There are two common ways to do this. For precise control and bidirectional currents there is an opamp circuit called a Howland Current Source. For something less stringent there is a 1-transistor circuit that can either source (PNP) or sink (NPN) a moderately-regulated current, a 2-transistor improvement, and a 1-opamp improvement. Another popular approach is to use a 3-terminal regulator like an LM317, but that is overkill for driving an LED.

If you want to go down this path, I recommend the 1-transistor approach. Here is a link to how it works, using a PNP as the example. Flip everything over for an NPN. OTOH, if you calculate the round trip wire resistance and compare that with the LED's current limiting resistance, you might decide to skip all of this.
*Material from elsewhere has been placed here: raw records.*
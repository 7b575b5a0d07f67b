// The engine's one error type lives apart from the guard so that the solver can throw it without
// bringing the build document's schema (and zod) into the pages that compute in the browser.

/** One thing wrong with what an engine function was given: the field's path and what is wrong. */
export interface EngineProblem {
	/** e.g. `cables.2.lengthM`, `nodes`, `scenario.burpStepS`. */
	path: string;
	message: string;
}

/**
 * What the engine's public functions throw when given a document or options they cannot compute
 * with (a document that skipped the schema, a step of zero): never a bare Error, never NaN out.
 * `problems` names each field.
 */
export class EngineInputError extends Error {
	readonly code = 'invalid_engine_input' as const;
	constructor(readonly problems: EngineProblem[]) {
		super(
			`The engine cannot compute with this input: ${problems
				.slice(0, 3)
				.map((p) => `${p.path || '(document)'}: ${p.message}`)
				.join('; ')}${problems.length > 3 ? ` and ${problems.length - 3} more` : ''}`,
		);
		this.name = 'EngineInputError';
	}
}
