import type { AwgSize, Cable, CableSize, Material } from './types';

/** 1 circular mil in mm²: (π/4)·(0.0254 mm)², exact by the definition of the inch. */
export const MM2_PER_CMIL = (Math.PI / 4) * 0.0254 ** 2;

/** AWG designation → gauge number n (1/0 → 0, 2/0 → −1, 3/0 → −2, 4/0 → −3). */
export function awgNumber(awg: AwgSize): number {
	const zeros = /^(\d)\/0$/.exec(awg);
	return zeros ? 1 - Number(zeros[1]) : Number(awg);
}

/**
 * Diameter of a solid AWG wire in inches: d = 0.005 · 92^((36 − n)/39) (ASTM B258 definition).
 * With `rounded`, the diameter is rounded as B258 tabulates it: to 0.0001 in.
 */
export function awgDiameterIn(awg: AwgSize, { rounded = true } = {}): number {
	const d = 0.005 * 92 ** ((36 - awgNumber(awg)) / 39);
	return rounded ? Math.round(d * 1e4) / 1e4 : d;
}

/** Area of an AWG size in circular mils: (d in mils)², from the B258-rounded diameter. */
export function awgAreaCmil(awg: AwgSize): number {
	return (awgDiameterIn(awg) * 1000) ** 2;
}

export function awgAreaMm2(awg: AwgSize): number {
	return awgAreaCmil(awg) * MM2_PER_CMIL;
}

export const mm2ToCmil = (mm2: number): number => mm2 / MM2_PER_CMIL;

/** Metal cross-section of one run of a cable (mm²). */
export function cableAreaMm2(size: CableSize): number {
	switch (size.kind) {
		case 'awg':
			return awgAreaMm2(size.awg);
		case 'mm2':
			return size.mm2;
		case 'measured':
			return size.areaMm2;
	}
}

export interface MaterialProps {
	label: string;
	/** Volume resistivity at 20 °C (Ω·mm²/m). */
	resistivity20: number;
	/** Temperature coefficient of resistance at 20 °C (1/K). */
	alpha20: number;
	/** Conductivity as a fraction of annealed copper (IACS). */
	iacs: number;
}

const COPPER_RHO = 1 / 58; // 100 % IACS: 58 MS/m at 20 °C

/**
 * Resistivity and temperature coefficient by material.
 * - copper: 100 % IACS, 1/58 Ω·mm²/m, α 0.00393/K.
 * - tinned copper: ×1.03, the low end of the coated/uncoated ratio of stranded cable in NEC
 *   Chapter 9 Table 8 (1.030–1.045).
 * - CCA 10 % / 15 % copper by volume: 62.9 % / 64.4 % IACS, a wire maker's stated minimum for
 *   ASTM B566 classes; α ≈ 0.0040/K (aluminium-dominated, from memory).
 * - aluminium 1350-H19: 61.0 % IACS minimum, α 0.00403/K.
 */
export const MATERIAL_PROPS: Record<Material, MaterialProps> = {
	copper: { label: 'Copper (OFC)', resistivity20: COPPER_RHO, alpha20: 0.00393, iacs: 1 },
	tinned_copper: {
		label: 'Tinned copper',
		resistivity20: COPPER_RHO * 1.03,
		alpha20: 0.00393,
		iacs: 1 / 1.03,
	},
	cca10: { label: 'CCA (10 % Cu)', resistivity20: COPPER_RHO / 0.629, alpha20: 0.004, iacs: 0.629 },
	cca15: { label: 'CCA (15 % Cu)', resistivity20: COPPER_RHO / 0.644, alpha20: 0.004, iacs: 0.644 },
	aluminium: { label: 'Aluminium', resistivity20: COPPER_RHO / 0.61, alpha20: 0.00403, iacs: 0.61 },
};

/** Resistivity at temperature T: ρ(T) = ρ₂₀·[1 + α₂₀·(T − 20)] (Ω·mm²/m). */
export function resistivityAt(material: Material, tempC: number): number {
	const m = MATERIAL_PROPS[material];
	return m.resistivity20 * (1 + m.alpha20 * (tempC - 20));
}

/**
 * Lay (stranding) increment of resistance: the strands of a stranded conductor run helically, so
 * each is longer than the cable. ASTM B8 (concentric-lay-stranded copper conductors) takes the
 * increment of resistance and mass as 2 % for sizes up to 2000 kcmil (value from memory); NEC
 * Chapter 9 Table 8's stranded copper figures sit 1.8–2.2 % above the solid formula for 8 AWG–4/0,
 * which agrees. Every vehicle power cable is stranded, so every cable carries it.
 */
export const STRANDING_FACTOR = 1.02;

/** Resistance per metre of a solid conductor of the same cross-section: ρ(T)/A (Ω/m). */
export function solidResistancePerMetre(size: CableSize, material: Material, tempC = 20): number {
	return resistivityAt(material, tempC) / cableAreaMm2(size);
}

/** Resistance per metre of one stranded run (Ω/m): ρ(T)·k_lay/A at the given conductor temperature. */
export function resistancePerMetre(size: CableSize, material: Material, tempC = 20): number {
	return solidResistancePerMetre(size, material, tempC) * STRANDING_FACTOR;
}

/**
 * Resistance of a whole cable (Ω): ρ(T)·k_lay·L / (A·runs), runs in parallel, plus the resistance
 * of its terminations when one is stated, plus each fuse holder's or breaker's contacts, in series
 * with the whole cable (resistances in series add).
 */
export function cableResistanceOhm(
	cable: Pick<Cable, 'size' | 'material' | 'lengthM' | 'parallelRuns' | 'connectionResistanceOhm'> &
		Partial<Pick<Cable, 'fuses'>>,
	tempC = 20,
): number {
	return (
		(resistancePerMetre(cable.size, cable.material, tempC) * cable.lengthM) / cable.parallelRuns +
		(cable.connectionResistanceOhm ?? 0) +
		protectionResistanceOhm(cable)
	);
}

/** The contacts of a cable's fuse holders and breakers together (Ω). */
export function protectionResistanceOhm(cable: Partial<Pick<Cable, 'fuses'>>): number {
	return (cable.fuses ?? []).reduce((sum, f) => sum + (f.contactResistanceOhm ?? 0), 0);
}

/**
 * Circular mils per ampere the trade asks for: 300 cmil/A for copper (common practice, no
 * published source), scaled by the material's resistivity relative to copper.
 */
export function requiredCmilPerAmp(material: Material): number {
	return 300 * (MATERIAL_PROPS[material].resistivity20 / COPPER_RHO);
}

/** Circular mils per ampere a cable offers at a current (all runs together). */
export function cmilPerAmp(size: CableSize, parallelRuns: number, currentA: number): number {
	if (currentA <= 0) return Number.POSITIVE_INFINITY;
	return (mm2ToCmil(cableAreaMm2(size)) * parallelRuns) / currentA;
}

/**
 * Allowable amperage of single copper conductors by insulation rating, 30 °C ambient:
 * 33 CFR 183.425 Table 5 (8 AWG to 4/0).
 */
export const AMPACITY_TABLE_TEMPS_C = [60, 75, 80, 90, 105, 125, 200] as const;
export const AMPACITY_TABLE: Record<
	'8' | '6' | '4' | '2' | '1' | '1/0' | '2/0' | '3/0' | '4/0',
	readonly number[]
> = {
	'8': [55, 65, 70, 70, 80, 90, 100],
	'6': [80, 95, 100, 100, 120, 125, 135],
	'4': [105, 125, 130, 135, 160, 170, 180],
	'2': [140, 170, 175, 180, 210, 225, 240],
	'1': [165, 195, 210, 210, 245, 265, 280],
	'1/0': [195, 230, 245, 245, 285, 305, 325],
	'2/0': [225, 265, 285, 285, 330, 355, 370],
	'3/0': [260, 310, 330, 330, 385, 410, 430],
	'4/0': [300, 360, 385, 385, 445, 475, 510],
};

export interface AmpacityEstimate {
	currentA: number;
	/** 'table' when the size and rating are a Table 5 entry; 'interpolated' by area otherwise. */
	basis: 'table' | 'interpolated' | 'extrapolated';
	/** The table column used (°C): the highest rating not above the cable's. */
	columnC: number;
}

/**
 * Current a cable may carry continuously (all runs), from 33 CFR 183.425 Table 5 by insulation
 * rating (the highest column not above it). Sizes between table entries are interpolated on
 * log(area)–log(current); sizes outside are extrapolated the same way. Other materials are
 * scaled by √(ρ_Cu/ρ) so that they dissipate the same I²R per metre (an assumption of ours).
 * Parallel runs add (no bundling derate applied). Returns null below the 60 °C column.
 */
export function ampacityEstimate(
	cable: Pick<Cable, 'size' | 'material' | 'parallelRuns' | 'insulationC'>,
): AmpacityEstimate | null {
	const col = [...AMPACITY_TABLE_TEMPS_C].reverse().findIndex((t) => t <= cable.insulationC);
	if (col < 0) return null;
	const colIndex = AMPACITY_TABLE_TEMPS_C.length - 1 - col;
	const columnC = AMPACITY_TABLE_TEMPS_C[colIndex]!;
	const points = (Object.keys(AMPACITY_TABLE) as (keyof typeof AMPACITY_TABLE)[]).map((awg) => ({
		area: awgAreaMm2(awg),
		amps: AMPACITY_TABLE[awg][colIndex]!,
		awg,
	}));
	const area = cableAreaMm2(cable.size);
	let copperA: number;
	let basis: AmpacityEstimate['basis'];
	const exact =
		cable.size.kind === 'awg'
			? points.find((p) => p.awg === (cable.size as { awg: string }).awg)
			: undefined;
	if (exact) {
		copperA = exact.amps;
		basis = 'table';
	} else {
		let i = points.findIndex((p) => p.area >= area);
		basis = i <= 0 || area > points[points.length - 1]!.area ? 'extrapolated' : 'interpolated';
		if (i <= 0) i = 1;
		if (area > points[points.length - 1]!.area) i = points.length - 1;
		const a = points[i - 1]!;
		const b = points[i]!;
		const slope = Math.log(b.amps / a.amps) / Math.log(b.area / a.area);
		copperA = a.amps * (area / a.area) ** slope;
	}
	const scale = Math.sqrt(1 / (MATERIAL_PROPS[cable.material].resistivity20 / COPPER_RHO));
	return { currentA: copperA * scale * cable.parallelRuns, basis, columnC };
}
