function assemble(net: CompiledNetwork, v: Float64Array, lambda: number, out: Assembled) {
	const n = net.nodeIds.length;
	const { f, j } = out;
	f.fill(0);
	j.fill(0);
	for (let i = 0; i < n; i++) {
		f[i] = GMIN_S * v[i]!;
		j[i * n + i] = GMIN_S;
	}
	// Adds a two-terminal element drawing `cur` into p (out of n) with incremental conductance `g`.
	const stamp = (p: number, q: number, cur: number, g: number) => {
		if (p >= 0) {
			f[p] += cur;
			j[p * n + p] += g;
		}
		if (q >= 0) {
			f[q] -= cur;
			j[q * n + q] += g;
		}
		if (p >= 0 && q >= 0) {
			j[p * n + q] -= g;
			j[q * n + p] -= g;
		}
	};
	for (const c of net.cables) stamp(c.p, c.n, c.g * (volt(v, c.p) - volt(v, c.n)), c.g);
	for (const b of net.banks) {
		const [i, di] = bankCurrent(b, volt(v, b.p) - volt(v, b.n));
		stamp(b.p, b.n, -i, -di);
	}
	for (const a of net.alternators) {
		const [i, di] = alternatorCurrent(a, volt(v, a.p) - volt(v, a.n));
		stamp(a.p, a.n, -i, -di);
	}
	let minAmpV = Number.POSITIVE_INFINITY;
	for (const a of net.amplifiers) {
		const vpn = volt(v, a.p) - volt(v, a.n);
		minAmpV = Math.min(minAmpV, vpn);
		if (a.powerW === 0) continue;
		const [i, di] = amplifierDrawCurrent(a.draw, vpn, lambda);
		stamp(a.p, a.n, i, di);
	}
	for (const l of net.loads) stamp(l.p, l.n, l.currentA, 0);
	out.minAmpV = minAmpV;
}

/** Cholesky test of the (symmetric) Jacobian: positive definite ⇔ a stable operating point. */
function isPositiveDefinite(a: Float64Array, n: number): boolean {
	const l = new Float64Array(a);
	for (let k = 0; k < n; k++) {
		let d = l[k * n + k]!;
		for (let m = 0; m < k; m++) d -= l[k * n + m]! ** 2;
		if (!(d > 0)) return false;
		const s = Math.sqrt(d);
		l[k * n + k] = s;
		for (let i = k + 1; i < n; i++) {
			let x = l[i * n + k]!;
			for (let m = 0; m < k; m++) x -= l[i * n + m]! * l[k * n + m]!;
			l[i * n + k] = x / s;
		}
	}
	return true;
}

/**
 * The network's co-content: a scalar whose gradient is the nodal residual f. Cables, sources and
 * loads are monotone, so without amplifiers it is convex; near a stable operating point it is
 * locally convex too. The Newton step is line-searched on it, which copes with the kinks where an
 * alternator reaches its limit or a bank its charge acceptance. Amplifier terminals below `floorV`
 * count as infinitely bad: that side of the curve is the collapsed, low-voltage branch.
 */
function coContent(net: CompiledNetwork, v: Float64Array, lambda: number, floorV: number): number {
	let e = 0;
	for (let i = 0; i < v.length; i++) e += 0.5 * GMIN_S * v[i]! ** 2;
	for (const c of net.cables) e += 0.5 * c.g * (volt(v, c.p) - volt(v, c.n)) ** 2;
	for (const b of net.banks) {
		const x = volt(v, b.p) - volt(v, b.n);
		if (x <= b.ocvV) e += (x - b.ocvV) ** 2 / (2 * b.resistanceOhm);
		else {
			// Charging: quadratic up to the acceptance knee, linear past it (the current is capped).
			const knee = b.ocvV + b.chargeResistanceOhm * b.chargeAcceptanceA;
			e +=
				x < knee
					? (x - b.ocvV) ** 2 / (2 * b.chargeResistanceOhm)
					: (b.chargeResistanceOhm * b.chargeAcceptanceA ** 2) / 2 +
						b.chargeAcceptanceA * (x - knee);
		}
	}
	for (const a of net.alternators) {
		if (a.limitA <= 0) continue;
		const x = volt(v, a.p) - volt(v, a.n);
		const knee = a.setPointV - a.resistanceOhm * a.limitA;
		if (x >= a.setPointV) continue;
		e +=
			x > knee
				? (x - a.setPointV) ** 2 / (2 * a.resistanceOhm)
				: (a.resistanceOhm * a.limitA ** 2) / 2 - a.limitA * (x - knee);
	}
	for (const a of net.amplifiers) {
		const x = volt(v, a.p) - volt(v, a.n);
		if (lambda * a.powerW === 0) continue;
		if (x < floorV) return Number.POSITIVE_INFINITY;
		e += amplifierDrawCoContent(a.draw, x, lambda);
	}
	for (const l of net.loads) e += l.currentA * (volt(v, l.p) - volt(v, l.n));
	return e;
}

interface NewtonResult {
	ok: boolean;
	v: Float64Array;
	iterations: number;
	residualA: number;
}

function maxAbs(x: Float64Array): number {
	let m = 0;
	for (let i = 0; i < x.length; i++) m = Math.max(m, Math.abs(x[i]!));
	return m;
}

function newton(
	net: CompiledNetwork,
	lambda: number,
	start: Float64Array,
	work: Assembled,
): NewtonResult {
	const n = net.nodeIds.length;
	let v = new Float64Array(start);
	const trial = new Float64Array(n);
	const floorV = 0.02 * net.nominalV;
	for (let iter = 1; iter <= MAX_ITERATIONS; iter++) {
		assemble(net, v, lambda, work);
		if (lambda > 0 && work.minAmpV < floorV)
			return { ok: false, v, iterations: iter, residualA: Number.NaN };
		const residual = maxAbs(work.f);
		if (residual < RESIDUAL_TOL_A) {
			return { ok: isPositiveDefinite(work.j, n), v, iterations: iter, residualA: residual };
		}
		const step = new Float64Array(n);
		for (let i = 0; i < n; i++) step[i] = -work.f[i]!;
		let slope = 0;
		for (let i = 0; i < n; i++) slope += work.f[i]! * step[i]!; // directional derivative of the co-content
		if (!solveDense(work.j, step, n))
			return { ok: false, v, iterations: iter, residualA: residual };
		slope = 0;
		for (let i = 0; i < n; i++) slope += work.f[i]! * step[i]!;
		if (!(slope < 0)) return { ok: false, v, iterations: iter, residualA: residual };
		const stepSize = maxAbs(step);
		let t = 1;
		// Close to the solution Newton converges quadratically; the co-content's differences are then
		// below its rounding, so a line search would only stall. Far from it, search the line.
		if (stepSize > LOCAL_STEP_V) {
			const e0 = coContent(net, v, lambda, floorV);
			const at = (x: number) => {
				for (let i = 0; i < n; i++) trial[i] = v[i]! + x * step[i]!;
				return coContent(net, trial, lambda, floorV);
			};
			// Backtrack to sufficient decrease, then keep halving while that still lowers the co-content.
			let e = at(t);
			while (!(e <= e0 + 1e-4 * t * slope) && t > 1e-14) {
				t /= 2;
				e = at(t);
			}
			if (t <= 1e-14) return { ok: false, v, iterations: iter, residualA: residual };
			for (let k = 0; k < 60; k++) {
				const eHalf = at(t / 2);
				if (!(eHalf < e)) break;
				t /= 2;
				e = eHalf;
			}
		} else if (lambda > 0) {
			for (let i = 0; i < n; i++) trial[i] = v[i]! + step[i]!;
			if (coContent(net, trial, lambda, floorV) === Number.POSITIVE_INFINITY)
				return { ok: false, v, iterations: iter, residualA: residual };
		}
		const next = new Float64Array(n);
		for (let i = 0; i < n; i++) next[i] = v[i]! + t * step[i]!;
		v = next;
	}
	return { ok: false, v, iterations: MAX_ITERATIONS, residualA: Number.NaN };
}

export interface RawSolution {
	/** Node voltages by index (chassis excluded). */
	v: Float64Array;
	/** Fraction of the requested amplifier demand actually solved (1 unless the system collapses). */
	lambda: number;
	collapsed: boolean;
	iterations: number;
	residualA: number;
}

/**
 * A starting point on the loaded side: every bank discharging through its internal resistance,
 * every alternator at its current limit, and each amplifier replaced by the conductance it would
 * have at the lowest bank voltage. When an alternator saturates while a bank is charging, the
 * stable operating point can jump to this side, out of reach of a path that starts unloaded.
 */
function dischargeGuess(net: CompiledNetwork, lambda: number): Float64Array | null {
	const n = net.nodeIds.length;
	const j = new Float64Array(n * n);
	const b = new Float64Array(n);
	for (let i = 0; i < n; i++) j[i * n + i] = GMIN_S;
	const stampG = (p: number, q: number, g: number) => {
		if (p >= 0) j[p * n + p] += g;
		if (q >= 0) j[q * n + q] += g;
		if (p >= 0 && q >= 0) {
			j[p * n + q] -= g;
			j[q * n + p] -= g;
		}
	};
	const inject = (p: number, q: number, amps: number) => {
		if (p >= 0) b[p] += amps;
		if (q >= 0) b[q] -= amps;
	};
	for (const c of net.cables) stampG(c.p, c.n, c.g);
	for (const bank of net.banks) {
		stampG(bank.p, bank.n, 1 / bank.resistanceOhm);
		inject(bank.p, bank.n, bank.ocvV / bank.resistanceOhm);
	}
	for (const a of net.alternators) inject(a.p, a.n, a.limitA);
	const vRef = Math.min(net.nominalV, ...net.banks.map((x) => x.ocvV));
	for (const a of net.amplifiers) stampG(a.p, a.n, (lambda * a.powerW) / (vRef * vRef));
	for (const l of net.loads) inject(l.p, l.n, -l.currentA);
	return solveDense(j, b, n) ? b : null;
}
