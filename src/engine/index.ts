/**
 * The engine's public surface: everything of `./browser`, the document's schema (its input
 * contract) and each computation wrapped in the input check below.
 */
export * from './browser';
export { documentProblems } from './guard';
export * from './document-schema';

// The public surface: each computation checks what it is handed first (the schema's fields and
// ranges, the topology, the options' ranges) and throws EngineInputError naming the fields, so a
// document that skipped validation never meets a bare exception or yields NaN. The modules call
// one another directly, unchecked: one check per call from outside.
import { assertEngineInput, documentProblems as problemsOf, EngineInputError } from './guard';
import { buildReport as buildReportUnchecked, type BuildReport } from './report';
import { runBurp as runBurpUnchecked } from './burp';
import {
	engineOffPlayTime as engineOffPlayTimeUnchecked,
	runSession as runSessionUnchecked,
} from './session';
import { solveNetwork as solveNetworkUnchecked } from './solve';
import { fixedVoltageBudget as fixedVoltageBudgetUnchecked } from './budget';
import { speedSweep as speedSweepUnchecked } from './sweep';
import { upgradeHints as upgradeHintsUnchecked } from './hints';
import { comparePlans as comparePlansUnchecked } from './compare';
import { toSpiceNetlist as toSpiceNetlistUnchecked } from './spice';
import { traceFeeds as traceFeedsUnchecked } from './feed';

/** A report, or `ok: false` with every problem (a field's path, or the topology's). */
export const buildReport: typeof buildReportUnchecked = (doc, scenario, opts) => {
	const problems = problemsOf(doc);
	if (problems.length > 0)
		return {
			ok: false,
			issues: problems.map((p) => ({ code: 'invalid_field', ...p })),
		} satisfies BuildReport;
	assertEngineInput(doc, { scenario });
	return buildReportUnchecked(doc, scenario, opts);
};
export const solveNetwork: typeof solveNetworkUnchecked = (doc, conditions) => {
	assertEngineInput(doc, { conditions });
	return solveNetworkUnchecked(doc, conditions);
};
export const runBurp: typeof runBurpUnchecked = (doc, opts) => {
	assertEngineInput(doc, { burp: opts });
	return runBurpUnchecked(doc, opts);
};
export const runSession: typeof runSessionUnchecked = (doc, schedule) => {
	assertEngineInput(doc, { schedule });
	return runSessionUnchecked(doc, schedule);
};
export const engineOffPlayTime: typeof engineOffPlayTimeUnchecked = (doc, opts) => {
	assertEngineInput(doc, { playTime: opts });
	return engineOffPlayTimeUnchecked(doc, opts);
};
export const fixedVoltageBudget: typeof fixedVoltageBudgetUnchecked = (doc, opts) => {
	assertEngineInput(doc, { budget: opts });
	return fixedVoltageBudgetUnchecked(doc, opts);
};
export const speedSweep: typeof speedSweepUnchecked = (doc, scenario, rpms) => {
	assertEngineInput(doc, { scenario, rpms: rpms && { engineRpms: rpms } });
	return speedSweepUnchecked(doc, scenario, rpms);
};
export const upgradeHints: typeof upgradeHintsUnchecked = (doc, conditions) => {
	assertEngineInput(doc, { conditions });
	return upgradeHintsUnchecked(doc, conditions);
};
export const comparePlans: typeof comparePlansUnchecked = (current, plans, scenario) => {
	assertEngineInput(current, { scenario });
	plans.forEach((p, i) => {
		const problems = problemsOf(p.document, `plans.${i}.document`);
		if (problems.length > 0) throw new EngineInputError(problems);
	});
	return comparePlansUnchecked(current, plans, scenario);
};
export const toSpiceNetlist: typeof toSpiceNetlistUnchecked = (doc, conditions, opts) => {
	assertEngineInput(doc, { conditions });
	return toSpiceNetlistUnchecked(doc, conditions, opts);
};
export const traceFeeds: typeof traceFeedsUnchecked = (doc, solution) => {
	assertEngineInput(doc);
	return traceFeedsUnchecked(doc, solution);
};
http://www.circuit-fantasia.com/cir..._current_source/simple_bjt_current_source.htm

ak
 

parkerea

Joined Oct 16, 2011
4
As long as we are in analog mode, how about only 2 wires, driving up to 10 LEDs one at a time, with only 1 IC and a couple resistors -- and no dropping resistors for the LEDs? Try an LM3914 LED bar or dot graph driver. It is one my favorite old school devices. I would also recommend the constant current source described above.
http://www.ti.com/product/LM3914
 

AnalogKid

Joined Aug 1, 2013
12,128
The 3914 is a dot/bar graph driver, not a circuit that can drive any of the LEDs in any combination. See posts 1, 4, and 7 for a description of the project requirements. Some LED combinations are mutually exclusive, some are always in combinations, etc. At a minimum, at least 4 LEDs are on at all times.